*Exercise instructions*
All records below are to be repeated precisely, with nothing added.

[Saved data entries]
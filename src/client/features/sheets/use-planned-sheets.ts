import { useEffect, useRef, useState } from "react";
import type { PlanAnswer, PlanQuestion } from "./plan-worker.ts";

/** Has sheets planned beside the page's own thread; the last answer stays until the next one comes. */
export function usePlannedSheets(question: PlanQuestion | null): { answer: PlanAnswer | null; busy: boolean } {
  const [answer, setAnswer] = useState<PlanAnswer | null>(null);
  const [done, setDone] = useState<PlanQuestion | null>(null);
  const worker = useRef<Worker | null>(null);
  useEffect(() => () => worker.current?.terminate(), []);
  useEffect(() => {
    if (!question) return;
    // a plan that is no longer wanted is not waited for
    worker.current?.terminate();
    const made = new Worker(new URL("./plan-worker.ts", import.meta.url), { type: "module" });
    worker.current = made;
    const take = (next: PlanAnswer) => {
      setAnswer(next);
      setDone(question);
    };
    made.onmessage = ({ data }: MessageEvent<PlanAnswer>) => take(data);
    made.onerror = () => take({ ok: false, message: "The sheet could not be planned in this browser." });
    made.postMessage(question);
  }, [question]);
  return { answer, busy: question !== null && done !== question };
}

*Exercise answer*
filename src/client/features/sheets/use-planned-sheets.ts
import { useEffect, useRef, useState } from "react";
import type { PlanAnswer, PlanQuestion } from "./plan-worker.ts";

/** Has sheets planned beside the page's own thread; the last answer stays until the next one comes. */
export function usePlannedSheets(question: PlanQuestion | null): { answer: PlanAnswer | null; busy: boolean } {
  const [answer, setAnswer] = useState<PlanAnswer | null>(null);
  const [done, setDone] = useState<PlanQuestion | null>(null);
  const worker = useRef<Worker | null>(null);
  useEffect(() => () => worker.current?.terminate(), []);
  useEffect(() => {
    if (!question) return;
    // a plan that is no longer wanted is not waited for
    worker.current?.terminate();
    const made = new Worker(new URL("./plan-worker.ts", import.meta.url), { type: "module" });
    worker.current = made;
    const take = (next: PlanAnswer) => {
      setAnswer(next);
      setDone(question);
    };
    made.onmessage = ({ data }: MessageEvent<PlanAnswer>) => take(data);
    made.onerror = () => take({ ok: false, message: "The sheet could not be planned in this browser." });
    made.postMessage(question);
  }, [question]);
  return { answer, busy: question !== null && done !== question };
}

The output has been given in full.